When Python executes from X import Y, it creates a local reference to Y in the importing module's namespace. Patching X.Y after import doesn't affect this local reference. You must patch the reference where it's actually used.

This pattern applies universally to any Python module, function, class, or constant being mocked, not just the specific libraries shown in examples.

Debugging Mock Issues

If your mock isn't being applied:

  1. Check the import style in the module being tested
  2. Verify you're patching module_using_it.function not original_module.function
  3. Use print() statements to confirm which code path is executing
  4. Consider using patch.object() for more explicit control

6. Test Data Management

6.1 Structured Test Data

Example Directory Structure:

tests/test_data/
├── configs/          # Test configuration files
├── responses/        # Mock API/tool responses
├── events/           # Sample event payloads
└── fixtures/         # Database and object fixtures

6.2 Data Access Utilities

Standardized helper functions:

from tests.test_data_utils import load_test_config, load_mock_response

# Load test configuration
config = load_test_config("test_settings")

# Load mock response data
response = load_mock_response("api_success_responses")

7. Maintenance and Quality Standards

7.1 Test Maintenance Procedures

Development Test Cleanup (from original guidelines):

  • Review development tests monthly
  • Remove tests for completed features before merging
  • Convert valuable development tests to regression tests

Stale Test Detection:

  • Run automated detection for tests not modified in 90+ days
  • Review flagged tests quarterly for relevance
  • Update or remove outdated tests

7.2 Quality Requirements

Coverage Standards:

  • Minimum coverage: 70% for all repositories
  • Critical functionality: 90% coverage required
  • New features: 95% coverage required

Performance Standards:

  • Unit tests: <1 second per test
  • Integration tests: <10 seconds per test
  • Full CI test suite: <5 minutes execution time

7.3 Assertion Best Practices

Descriptive assertions (from original guidelines):

# Good - descriptive assertion messages
self.assertEqual(result.status, "authenticated",
                f"Authentication failed: expected 'authenticated', got '{result.status}'")

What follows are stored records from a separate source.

import request from "supertest";
import { afterAll, beforeAll, describe, expect, it } from "vitest";
import { signIn, type SignedInAgent } from "../../test-support/sign-in.js";
import { createTestContext, demoUser, TEST_ORIGIN, type TestContext } from "../../test-support/test-context.js";

// Expected behaviour comes from better-auth's email-and-password documentation (POST
// /request-password-reset sends a one-time token through sendResetPassword and answers the
// same whether or not the address exists; POST /reset-password with { newPassword, token }
// sets the password and consumes the token) and from OWASP's Forgot Password Cheat Sheet
// (identical answer for unknown addresses; single-use tokens; end sessions after a reset).

let t: TestContext;
let admin: SignedInAgent;
beforeAll(async () => {
  t = await createTestContext();
  admin = await signIn(t.app, "admin");
});
afterAll(async () => {
  await t.close();
});

const auth = (path: string) => request(t.app).post(`/api/auth${path}`).set("Origin", TEST_ORIGIN);
const requestReset = (email: string) => auth("/request-password-reset").send({ email });
const signInAs = (email: string, password: string) => auth("/sign-in/email").send({ email, password });

/** Every reset mail to `email` the outbox holds, read back as an admin would. */
async function resetMailsTo(email: string): Promise<string[]> {
  await t.ctx.mailer.idle();
  const list = await admin.get("/api/outbox");
  const ours = list.body.filter((m: { to: string[]; subject: string }) => m.to.includes(email) && m.subject === "Reset your Plumeline password");
  return Promise.all(ours.map(async (m: { id: number }) => (await admin.get(`/api/outbox/${m.id}`)).body.text as string));
}

function tokenIn(text: string): string {
  const link = /(http\S+\/reset-password\?token=\S+)/.exec(text)?.[1];
  if (!link) throw new Error(`No reset link in: ${text}`);
  expect(link.startsWith(`${TEST_ORIGIN}/reset-password?`)).toBe(true);
  return new URL(link).searchParams.get("token")!;
}

describe("password reset by mail", () => {
  it("mails a one-time link; the new password signs in, the old one and the used token do not; audited without secrets", async () => {
    const analyst = demoUser("analyst");
    const open = await signIn(t.app, "analyst");
    const res = await requestReset(analyst.email);
    expect(res.status).toBe(200);
    const mails = await resetMailsTo(analyst.email);
    expect(mails).toHaveLength(1);
    const token = tokenIn(mails[0]!);

    const newPassword = "harbour-fresh-start-7";
    const reset = await auth("/reset-password").send({ token, newPassword });
    expect(reset.status).toBe(200);

    expect((await signInAs(analyst.email, newPassword)).status).toBe(200);
    expect((await signInAs(analyst.email, analyst.password)).status).toBe(401);
    // Whoever held a session under the old password is out.
    expect((await open.get("/api/me")).status).toBe(401);

    const reuse = await auth("/reset-password").send({ token, newPassword: "another-password-99" });
    expect(reuse.status).toBe(400);
    expect(reuse.body.code).toBe("INVALID_TOKEN");
    expect((await signInAs(analyst.email, newPassword)).status).toBe(200);

    const row = await t.ctx.models.AuditEvent.findOne({ where: { action: "user.password-reset", entityId: t.userIds.analyst } });
    expect(row?.actorId).toBe(t.userIds.analyst);
    const stored = JSON.stringify(row?.toJSON());
    expect(stored).not.toContain(token);
    expect(stored).not.toContain(newPassword);
  });

  it("answers an unknown address exactly as a known one and mails nothing", async () => {
    const known = await requestReset(demoUser("manager").email);
    const unknown = await requestReset("nobody-here@harbourline.example");
    expect(unknown.status).toBe(known.status);
    expect(unknown.body).toEqual(known.body);
    expect(await resetMailsTo("nobody-here@harbourline.example")).toHaveLength(0);
  });

  it("keeps the password rules of the rest of the app (10 to 128 characters)", async () => {
    const manager2 = demoUser("manager2");
    await requestReset(manager2.email);
    const token = tokenIn((await resetMailsTo(manager2.email))[0]!);
    const short = await auth("/reset-password").send({ token, newPassword: "too-short" });
    expect(short.status).toBe(400);
    expect(short.body.code).toBe("PASSWORD_TOO_SHORT");
    expect((await signInAs(manager2.email, manager2.password)).status).toBe(200);
  });

  it("gives a deactivated user the same answer but no mail, so a reset is no way back in", async () => {
    const actuary = demoUser("actuary");
    expect((await admin.post(`/api/users/${t.userIds.actuary}/deactivate`)).status).toBe(200);
    const res = await requestReset(actuary.email);
    expect(res.status).toBe(200);
    expect(res.body).toEqual((await requestReset("nobody-else@harbourline.example")).body);
    expect(await resetMailsTo(actuary.email)).toHaveLength(0);
  });

  it("refuses an unknown token", async () => {
    const res = await auth("/reset-password").send({ token: "made-up-token", newPassword: "harbour-fresh-start-8" });
    expect(res.status).toBe(400);
    expect(res.body.code).toBe("INVALID_TOKEN");
  });
});
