import { useNavigate, useSearchParams } from "react-router-dom";
import { paths } from "@/config/paths";
import { useModelVersion } from "@/features/model-versions/api/get-model-version";
import { useCreateModelVersion } from "@/features/model-versions/api/save-model-version";
import type { ModelDraft } from "@/features/model-versions/components/model-editor";
import { ModelEditorWithDraft } from "@/features/model-versions/components/model-editor-with-draft";
import { useMe } from "@/features/auth/api/get-me";
import { draftStorageKey } from "@/lib/draft-storage";
import { STARTING_DRAFT } from "@/features/model-versions/lib/starting-draft";
import { perilProfilePickerSource } from "@/features/peril/api/get-peril-profiles";
import { usePerilProfilesByIds } from "@/app/use-peril-profiles-by-ids";
import { PageHeader } from "@/components/ui/page-header";
import { ErrorState, LoadingState } from "@/components/ui/states";

export default function ModelVersionNewPage() {
  const [params] = useSearchParams();
  const fromId = params.get("from") ?? undefined;
  const parent = useModelVersion(fromId);
  const create = useCreateModelVersion();
  const pinnedProfiles = usePerilProfilesByIds(parent.data?.perilProfileIds ?? []);
  const navigate = useNavigate();
  const me = useMe();
  // The kept draft belongs to the person: wait for who is signed in before the editor reads it.
  if (me.isPending || (fromId && parent.isPending)) return <LoadingState />;
  if (fromId && parent.isError) return <ErrorState error={parent.error} />;
  const initial: ModelDraft = parent.data
    ? {
        name: parent.data.name,
        notes: parent.data.notes,
        parentId: parent.data.id,
        model: parent.data.model,
        defaults: parent.data.defaults,
        perilProfileIds: parent.data.perilProfileIds,
      }
    : STARTING_DRAFT;
  return (
    <>
      <PageHeader
        kicker="Model versions"
        title={parent.data ? `New draft from ${parent.data.name} v${parent.data.versionNumber}` : "New model version"}
        description={
          parent.data
            ? "Starts as a copy of its parent; the review will show exactly what you change."
            : "Starts from AR6 assessed ranges (sources in the notes); change what you need."
        }
      />
      <ModelEditorWithDraft
        draftKey={me.data ? draftStorageKey("model-version", me.data.user.id, fromId ? `new-from-${fromId}` : null) : null}
        initial={initial}
        submitLabel="Save draft"
        perilProfiles={{ source: perilProfilePickerSource, known: pinnedProfiles }}
        pending={create.isPending}
        serverError={create.error}
        onSave={(body, saved) => {
          // The editor does not show pinned pathways; a copy keeps its parent's, so the diff shows only real edits.
          const pins = parent.data ? { pathwayIds: parent.data.pathwayIds } : {};
          create.mutate(
            { ...body, ...pins },
            {
              onSuccess: (v) => {
                saved();
                void navigate(paths.modelVersion.build(v.id));
              },
            },
          );
        }}
      />
    </>
  );
}
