import { useSearchParams } from "react-router-dom";
import { useRunChoices } from "@/features/runs/api/get-runs";
import { useRun } from "@/features/runs/api/get-run";
import { useRunResult } from "@/features/runs/api/get-run-result";
import { runBaseline } from "@/features/runs/lib/compare-baseline";
import { CompareView } from "@/features/runs/components/compare-view";
import { Card, CardBody } from "@/components/ui/card";
import { Cautions } from "@/components/ui/cautions";
import { Field, Select } from "@/components/ui/field";
import { PageHeader } from "@/components/ui/page-header";
import { EmptyState, ErrorState, LoadingState } from "@/components/ui/states";
import { ApprovedSeal, ExploratoryStamp } from "@/components/ui/badges";

/** Pick two finished runs (or the same run twice with two pathways) and compare them on shared axes. */
export default function RunComparePage() {
  const [params, setParams] = useSearchParams();
  const runs = useRunChoices({ status: "succeeded" });
  const a = params.get("a") ?? "";
  const b = params.get("b") ?? "";
  const pa = params.get("pa") ?? "";
  const pb = params.get("pb") ?? "";
  const ra = useRunResult(a || undefined);
  const rb = useRunResult(b || undefined);
  // The manifests carry each run's baseline, which the shared warming axis must name.
  const manifestA = useRun(a || undefined);
  const manifestB = useRun(b || undefined);
  const set = (k: string, v: string) =>
    setParams((prev) => {
      const next = new URLSearchParams(prev);
      if (v) next.set(k, v);
      else next.delete(k);
      if (k === "a") next.delete("pa");
      if (k === "b") next.delete("pb");
      return next;
    });
  const runA = runs.data?.find((r) => r.id === a);
  const runB = runs.data?.find((r) => r.id === b);

  return (
    <>
      <PageHeader kicker="Runs" title="Compare" description="Two runs, or two pathways of one run, side by side on the same warming axis." />
      {runs.isPending ? (
        <LoadingState />
      ) : runs.isError ? (
        <ErrorState error={runs.error} />
      ) : runs.data.length === 0 ? (
        <EmptyState title="No finished runs to compare" />
      ) : (
        <div className="flex flex-col gap-6">
          <Card>
            <CardBody className="grid gap-4 md:grid-cols-2">
              {(
                [
                  ["a", "pa", a, pa, ra.data, runA, "Left"],
                  ["b", "pb", b, pb, rb.data, runB, "Right"],
                ] as const
              ).map(([key, pkey, value, pvalue, result, run, side]) => (
                <div key={key} className="grid gap-2">
                  <Field label={`${side}: run`}>
                    {(p) => (
                      <Select {...p} value={value} onChange={(e) => set(key, e.target.value)}>
                        <option value="">Choose a run…</option>
                        {runs.data.map((r) => (
                          <option key={r.id} value={r.id}>
                            {r.name} — {r.modelVersion.name} v{r.modelVersion.versionNumber}
                            {r.exploratory ? " (exploratory)" : " (approved)"}
                          </option>
                        ))}
                      </Select>
                    )}
                  </Field>
                  {result && (
                    <Field label={`${side}: pathway`}>
                      {(p) => (
                        <Select {...p} value={pvalue || result.pathways[0]?.id} onChange={(e) => set(pkey, e.target.value)}>
                          {result.pathways.map((pw) => (
                            <option key={pw.id} value={pw.id}>
                              {pw.name}
                            </option>
                          ))}
                        </Select>
                      )}
                    </Field>
                  )}
                  {/* Both sides say how they were made, so "two approved versions" reads at a glance. */}
                  {run && (run.exploratory ? <ExploratoryStamp size="sm" /> : <ApprovedSeal size="sm" className="self-start" />)}
                </div>
              ))}
            </CardBody>
          </Card>
          <Cautions />
          {a && b ? (
            ra.isPending || rb.isPending ? (
              <LoadingState label="Loading both results…" />
            ) : ra.isError || rb.isError ? (
              <ErrorState error={ra.error ?? rb.error} />
            ) : (
              <Card>
                <CardBody>
                  <CompareView
                    a={{ label: runA?.name ?? "Left", result: ra.data, pathwayId: pa || ra.data.pathways[0]!.id, baseline: runBaseline(manifestA.data) }}
                    b={{ label: runB?.name ?? "Right", result: rb.data, pathwayId: pb || rb.data.pathways[0]!.id, baseline: runBaseline(manifestB.data) }}
                  />
                </CardBody>
              </Card>
            )
          ) : (
            <EmptyState title="Choose two runs">Pick the same run on both sides to compare two of its pathways.</EmptyState>
          )}
        </div>
      )}
    </>
  );
}
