import type { ImpactSide, ModelVersionImpact, PercentileSet, RunResult, SpreadChange } from "@plumeline/contracts";

type VersionRef = ImpactSide["version"];

/**
 * The key outputs a reviewer compares, taken from one preview ensemble's result: per horizon
 * the temperature percentiles, their Monte Carlo precision and the exceedance probabilities
 * (first and only pathway), plus the implied ECS/TCR percentiles. Nothing is recomputed here:
 * every number is the engine's own, so it matches a run of the same spec exactly.
 */
export function impactSide(version: VersionRef, result: RunResult): ImpactSide {
  const pathway = result.pathways[0];
  if (!pathway) throw new Error("the preview ensemble returned no pathway");
  return {
    version,
    engineVersion: result.engineVersion,
    inputHash: result.inputHash,
    resultHash: result.resultHash,
    effectiveMembers: result.effectiveMembers,
    horizons: pathway.horizons.map((h) => ({ year: h.year, temperature: h.temperature, precision: h.precision, exceedance: h.exceedance })),
    implied: result.implied,
  };
}

/**
 * Version minus comparison for one percentile set: the shift of the median (p50) and the change
 * of the 5–95 width ((p95 − p5) of the version minus the same of the comparison). Needs p5, p50
 * and p95 on both sides (the impact spec always asks for them).
 */
export function spreadChange(version: PercentileSet, against: PercentileSet): SpreadChange {
  const need = (set: PercentileSet, key: string) => {
    const value = set[key];
    if (value === undefined) throw new Error(`percentile ${key} missing from the preview result`);
    return value;
  };
  const width = (set: PercentileSet) => need(set, "p95") - need(set, "p5");
  return { medianShift: need(version, "p50") - need(against, "p50"), widthChange: width(version) - width(against) };
}

/** Differences at every horizon (matched by year) and for the implied sensitivities. */
export function impactDifferences(version: ImpactSide, against: ImpactSide): ModelVersionImpact["differences"] {
  const againstByYear = new Map(against.horizons.map((h) => [h.year, h]));
  const horizons = version.horizons.flatMap((h) => {
    const other = againstByYear.get(h.year);
    if (!other) return [];
    const exceedance = Object.fromEntries(
      Object.entries(h.exceedance).flatMap(([threshold, p]) => {
        const q = other.exceedance[threshold];
        return q === undefined ? [] : [[threshold, p - q]];
      }),
    );
    return [{ year: h.year, ...spreadChange(h.temperature, other.temperature), exceedance }];
  });
  return {
    horizons,
    ecs: spreadChange(version.implied.ecs, against.implied.ecs),
    tcr: spreadChange(version.implied.tcr, against.implied.tcr),
  };
}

# Good - assert both state and side effects
self.assertTrue(user.is_authenticated)
self.assertIn("login_success", captured_events)

7.4 Test Definition Scope Control

Guidance like test-to-change ratios and other “how many tests is enough” heuristics are part of the test definition/reporting method. See:


This standard provides a practical, modern testing architecture that solves real pain points while preserving proven organizational practices and maintaining focus on developer productivity.